BEGIN DATA UNDER STUDY
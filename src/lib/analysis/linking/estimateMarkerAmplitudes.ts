import KDBush from 'kdbush';
import { errorFunction } from 'simple-statistics';
import type { Point, Raster } from '../types';
import { choleskySolve } from './choleskySolve';
import { solveNnlsNormal } from './solveNnlsNormal';
import type { CameraModel } from './types';

/** Options of {@link estimateMarkerAmplitudes}. */
export interface EstimateMarkerAmplitudesOptions {
  /** PSF standard deviation of this channel (px). Required. */
  sigmaPx: number;
  /**
   * Vesicles closer than this many sigmas are solved together (one neighbourhood).
   * @default 3
   */
  neighbourDistanceSigma?: number;
  /**
   * The fitting window extends this many sigmas beyond the outermost vesicle of a neighbourhood; 4 rather than 3
   * pins the background better (amplitude SE 8 % lower for one PSF, see the error-model test).
   * @default 4
   */
  windowMarginSigma?: number;
  /**
   * Camera noise model. When given, each pixel's variance is gain·(fitted mean − offset) + read² (counts²), the
   * amplitudes come from weighted NNLS with those variances (weights from a first unweighted fit) and the standard
   * errors from (AᵀWA)⁻¹, the stated model; the residuals do not scale them. When absent, the SE is σ̂²·(AᵀA)⁻¹ with
   * σ̂² = RSS/(m − p) (equal pixel variances).
   * @default none
   */
  camera?: CameraModel;
  /**
   * Only the first nbQueried positions' amplitudes are wanted; the others are sources of light only. Neighbourhoods
   * without a wanted position are not solved (their entries stay NaN, as out of frame, and they are not counted in
   * nbGroups); the wanted ones come out exactly as when every neighbourhood is solved.
   * @default every position
   */
  nbQueried?: number;
}

/** Amplitude of one vesicle in one channel. */
export interface MarkerAmplitude {
  /**
   * Joint NNLS amplitude (≥ 0): the total counts this vesicle contributes, integrated over the whole plane. Each PSF
   * column sums to 1 over the plane (pixel-integrated Gaussian), so the amplitude is in counts, not counts per pixel.
   * NaN out of frame.
   */
  readonly amplitudeCounts: number;
  /**
   * The same amplitude from (weighted) least squares without its own non-negativity constraint, over the columns NNLS
   * kept plus this one and the background (counts, may be < 0). On empty places it scatters symmetrically around 0,
   * so its robust spread is not biased by clipping at 0. NaN out of frame or when the neighbourhood is singular.
   */
  readonly unconstrainedAmplitudeCounts: number;
  /**
   * Standard error of that amplitude (counts), from the (weighted) least-squares covariance over the same columns:
   * conditional on the neighbours NNLS set to 0, so an unlabelled neighbour closer than the PSF does not inflate it.
   */
  readonly stdErrCounts: number;
  /** amplitudeCounts / stdErrCounts. */
  readonly snr: number;
  /** Index of the neighbourhood solved together; −1 out of frame. */
  readonly groupIndex: number;
  /** True when the position lies outside the frame: nothing was estimated. */
  readonly outOfFrame: boolean;
}

/** Result of {@link estimateMarkerAmplitudes}. */
export interface EstimateMarkerAmplitudesResult {
  /** One entry per input position, same order. */
  readonly amplitudes: MarkerAmplitude[];
  /** Number of neighbourhoods solved and the largest one's size. */
  readonly nbGroups: number;
  readonly largestGroup: number;
  /** Local background level per pixel fitted in each neighbourhood (counts). */
  readonly groupBackgroundCounts: number[];
}

/**
 * Joint photometry of vesicles at known positions: each neighbourhood of nearby vesicles is fitted as a sum of
 * pixel-integrated Gaussian PSFs (one column per vesicle, amplitude = its total counts) plus a constant
 * background, with non-negative amplitudes, so light between two close vesicles goes to the one that emits it.
 *
 * The background is given two columns (+1 and −1) so that, under the non-negativity of NNLS, it may take
 * either sign. With a camera model (the pipeline always passes one) the fit is weighted by each pixel's variance
 * gain·(mean − offset) + read² and the standard error is √[(AᵀWA)⁻¹]ᵢᵢ; for one PSF on a known flat background of b
 * photons/px at gain 1 this is √(4πσ²b), the least-squares amplitude noise of docs/references.md §4. Without
 * one, standard errors come from σ̂²·(AᵀA)⁻¹ with σ̂² = RSS/(m − p) (equal pixel variances).
 *
 * @param raster - fluorescence frame (counts; the offset may remain, the background column absorbs it); not modified
 * @param positionsPx - vesicle centres mapped into this frame (px); not modified
 * @param options - see {@link EstimateMarkerAmplitudesOptions}
 * @returns per-vesicle amplitude, standard error and SNR
 * @throws RangeError when sigmaPx is not positive
 * @see Lawson CL, Hanson RJ. Solving Least Squares Problems. Prentice-Hall, 1974 (NNLS).
 * @see Mortensen KI et al. Nat Methods 7:377–381, 2010 (amplitude and background noise of Gaussian spot fits;
 *   docs/references.md §4).
 */
export function estimateMarkerAmplitudes(
  raster: Raster,
  positionsPx: readonly Point[],
  options: EstimateMarkerAmplitudesOptions,
): EstimateMarkerAmplitudesResult {
  const { sigmaPx, neighbourDistanceSigma = 3, windowMarginSigma = 4, camera } = options;
  const queried = Math.min(positionsPx.length, options.nbQueried ?? positionsPx.length);
  if (!(sigmaPx > 0)) throw new RangeError(`sigmaPx must be positive, got ${sigmaPx}`);
  const { width, height, data } = raster;
  const n = positionsPx.length;
  const inFrame = positionsPx.map((p) => p.x >= -0.5 && p.x < width - 0.5 && p.y >= -0.5 && p.y < height - 0.5);

  // neighbourhoods: union-find over pairs closer than neighbourDistanceSigma·σ
  const parent = Int32Array.from({ length: n }, (_, i) => i);
  const find = (i: number): number => {
    while (parent[i] !== i) {
      parent[i] = parent[parent[i]];
      i = parent[i];
    }
    return i;
  };
  const index = new KDBush(Math.max(1, n));
  for (const p of positionsPx) index.add(p.x, p.y);
  if (n === 0) index.add(-1e9, -1e9);
  index.finish();
  if (n > 0) {
    const linkPx = neighbourDistanceSigma * sigmaPx;
    for (let i = 0; i < n; i++) {
      if (!inFrame[i]) continue;
      for (const j of index.within(positionsPx[i].x, positionsPx[i].y, linkPx)) {
        if (j !== i && inFrame[j]) parent[find(i)] = find(j);
      }
    }
  }
  const groups = new Map<number, number[]>();
  for (let i = 0; i < n; i++) {
    if (!inFrame[i]) continue;
    const root = find(i);
    const members = groups.get(root);
    if (members) members.push(i);
    else groups.set(root, [i]);
  }

  const amplitudes: MarkerAmplitude[] = positionsPx.map(() => ({
    amplitudeCounts: Number.NaN,
    unconstrainedAmplitudeCounts: Number.NaN,
    stdErrCounts: Number.NaN,
    snr: Number.NaN,
    groupIndex: -1,
    outOfFrame: true,
  }));
  const groupBackgroundCounts: number[] = [];
  let largestGroup = 0;
  let groupIndex = 0;
  const margin = windowMarginSigma * sigmaPx;
  const pixelK = 1 / (Math.SQRT2 * sigmaPx);
  const scratch = scratchBuffers();
  for (const members of groups.values()) {
    if (queried < n && !members.some((i) => i < queried)) continue;
    largestGroup = Math.max(largestGroup, members.length);
    // window
    let xMin = Infinity;
    let xMax = -Infinity;
    let yMin = Infinity;
    let yMax = -Infinity;
    for (const i of members) {
      xMin = Math.min(xMin, positionsPx[i].x);
      xMax = Math.max(xMax, positionsPx[i].x);
      yMin = Math.min(yMin, positionsPx[i].y);
      yMax = Math.max(yMax, positionsPx[i].y);
    }
    const x0 = Math.max(0, Math.floor(xMin - margin));
    const x1 = Math.min(width - 1, Math.ceil(xMax + margin));
    const y0 = Math.max(0, Math.floor(yMin - margin));
    const y1 = Math.min(height - 1, Math.ceil(yMax + margin));
    const w = x1 - x0 + 1;
    const h = y1 - y0 + 1;
    const m = w * h;
    // other positions whose light reaches the window (within 3σ of it) get helper columns, fitted here and reported
    // in their own neighbourhood: otherwise a bright neighbour just outside the window raises the background column
    // and lowers the members' amplitudes
    const memberSet = new Set(members);
    const reach = 3 * sigmaPx;
    const helpers = index.range(x0 - reach, y0 - reach, x1 + reach, y1 + reach).filter((j) => j < n && inFrame[j] && !memberSet.has(j));
    const cols = [...members, ...helpers];
    const k = cols.length;

    // PSF columns: the pixel-integrated Gaussian is a product of a row and a column factor (gaussianPixelFraction),
    // so each column is kept as its w + h factors (row-major per column) instead of w·h values
    const fx = scratch.take('fx', w * k);
    const fy = scratch.take('fy', h * k);
    for (let c = 0; c < k; c++) {
      const p = positionsPx[cols[c]];
      for (let ix = 0; ix < w; ix++) fx[c * w + ix] = pixelFraction1d(x0 + ix - p.x, pixelK);
      for (let iy = 0; iy < h; iy++) fy[c * h + iy] = pixelFraction1d(y0 + iy - p.y, pixelK);
    }
    const b = scratch.take('b', m);
    for (let iy = 0, row = 0; iy < h; iy++) for (let ix = 0; ix < w; ix++) b[row++] = data[(y0 + iy) * width + x0 + ix];

    // normal equations on the PSF columns, then +1 and −1 background columns (NNLS keeps each ≥ 0, so their difference
    // may take either sign): unweighted first, from the separable factors; with a camera model, again with each pixel
    // weighted by 1/variance of its fitted mean
    let eq = separableNormalEquations(fx, fy, w, h, k, b);
    let solution = solveNnlsNormal(eq.g, eq.h).x;
    let anyLight = false;
    for (let c = 0; c < k; c++) if (solution[c] > 0) anyLight = true;
    if (camera && !anyLight) {
      // nothing but background: every pixel has the same variance, so the weighted problem is the unweighted one
      // times 1/variance, with the same solution (skipping the weighted pass is exact, not an approximation)
      const { offsetCounts, gainCountsPerPhoton: g, readNoiseCounts: r } = camera;
      const weight = 1 / Math.max(g * (solution[k] - solution[k + 1] - offsetCounts) + r * r, g + r * r);
      for (let i = 0; i < eq.g.length; i++) eq.g[i] *= weight;
      for (let i = 0; i < eq.h.length; i++) eq.h[i] *= weight;
      eq.bb *= weight;
    } else if (camera) {
      const a = scratch.take('a', m * k);
      for (let c = 0; c < k; c++) {
        let at = c * m;
        for (let iy = 0; iy < h; iy++) {
          const fyc = fy[c * h + iy];
          for (let ix = 0; ix < w; ix++) a[at++] = fx[c * w + ix] * fyc;
        }
      }
      const { offsetCounts, gainCountsPerPhoton: g, readNoiseCounts: r } = camera;
      const weights = scratch.take('weights', m).fill(solution[k] - solution[k + 1]);
      for (let c = 0; c < k; c++) {
        const x = solution[c];
        if (x === 0) continue;
        for (let i = 0, at = c * m; i < m; i++, at++) weights[i] += a[at] * x;
      }
      // at least one photon's variance, so a pixel at or below the offset never gets an infinite weight
      for (let i = 0; i < m; i++) weights[i] = 1 / Math.max(g * (weights[i] - offsetCounts) + r * r, g + r * r);
      eq = weightedNormalEquations(a, b, m, k, weights, scratch.take('wa', m));
      // the unweighted solution's passive set is nearly always the weighted one's too: start from it
      solution = solveNnlsNormal(eq.g, eq.h, undefined, solution).x;
    }
    const background = solution[k] - solution[k + 1];
    groupBackgroundCounts.push(background);

    // uncertainty from the unconstrained model (PSF columns + one background column); with a camera model the
    // pixels are already weighted, so (AᵀWA)⁻¹ is the covariance as it stands
    const n2 = k + 2;
    const dof = Math.max(1, m - (k + 1));
    // ‖A·x − b‖² = bᵀb − 2·xᵀh + xᵀG·x
    let rss = eq.bb;
    for (let r = 0; r < n2; r++) {
      rss -= 2 * solution[r] * eq.h[r];
      for (let c = 0; c < n2; c++) rss += solution[r] * eq.g[r * n2 + c] * solution[c];
    }
    const sigma2 = camera ? 1 : Math.max(0, rss) / dof;
    // conditional on the active constraints: the PSF columns NNLS set to 0 leave the model, so a labelled vesicle next
    // to an unlabelled one (clipped to 0) gets the SE of the model without that neighbour, not one inflated by two
    // nearly equal columns; each member is tested with the passive columns, itself and the background
    const shared = [...Array(k).keys()].filter((c) => solution[c] > 0);
    shared.push(k);
    const sharedFit = solveSubset(eq.g, eq.h, n2, shared);
    members.forEach((i, c) => {
      const amplitude = solution[c];
      const own = amplitude > 0 ? sharedOwn(sharedFit, shared.indexOf(c)) : borderedOwn(sharedFit, eq.g, eq.h, n2, shared, c);
      const se = own ? Math.sqrt(Math.max(0, sigma2 * own.variance)) : Number.NaN;
      amplitudes[i] = {
        amplitudeCounts: amplitude,
        unconstrainedAmplitudeCounts: own ? own.estimate : Number.NaN,
        stdErrCounts: se,
        snr: se > 0 ? amplitude / se : Number.NaN,
        groupIndex,
        outOfFrame: false,
      };
    });
    groupIndex++;
  }
  return { amplitudes, nbGroups: groupIndex, largestGroup, groupBackgroundCounts };
}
END DATA UNDER STUDY
- _TASK TO CARRY OUT_: The lines you need run from the one containing "let rss = eq.bb;" to the end of the listing. Output exactly those, both ends included.

- _EXERCISE ANSWER_:
    let rss = eq.bb;
    for (let r = 0; r < n2; r++) {
      rss -= 2 * solution[r] * eq.h[r];
      for (let c = 0; c < n2; c++) rss += solution[r] * eq.g[r * n2 + c] * solution[c];
    }
    const sigma2 = camera ? 1 : Math.max(0, rss) / dof;
    // conditional on the active constraints: the PSF columns NNLS set to 0 leave the model, so a labelled vesicle next
    // to an unlabelled one (clipped to 0) gets the SE of the model without that neighbour, not one inflated by two
    // nearly equal columns; each member is tested with the passive columns, itself and the background
    const shared = [...Array(k).keys()].filter((c) => solution[c] > 0);
    shared.push(k);
    const sharedFit = solveSubset(eq.g, eq.h, n2, shared);
    members.forEach((i, c) => {
      const amplitude = solution[c];
      const own = amplitude > 0 ? sharedOwn(sharedFit, shared.indexOf(c)) : borderedOwn(sharedFit, eq.g, eq.h, n2, shared, c);
      const se = own ? Math.sqrt(Math.max(0, sigma2 * own.variance)) : Number.NaN;
      amplitudes[i] = {
        amplitudeCounts: amplitude,
        unconstrainedAmplitudeCounts: own ? own.estimate : Number.NaN,
        stdErrCounts: se,
        snr: se > 0 ? amplitude / se : Number.NaN,
        groupIndex,
        outOfFrame: false,
      };
    });
    groupIndex++;
  }
  return { amplitudes, nbGroups: groupIndex, largestGroup, groupBackgroundCounts };
}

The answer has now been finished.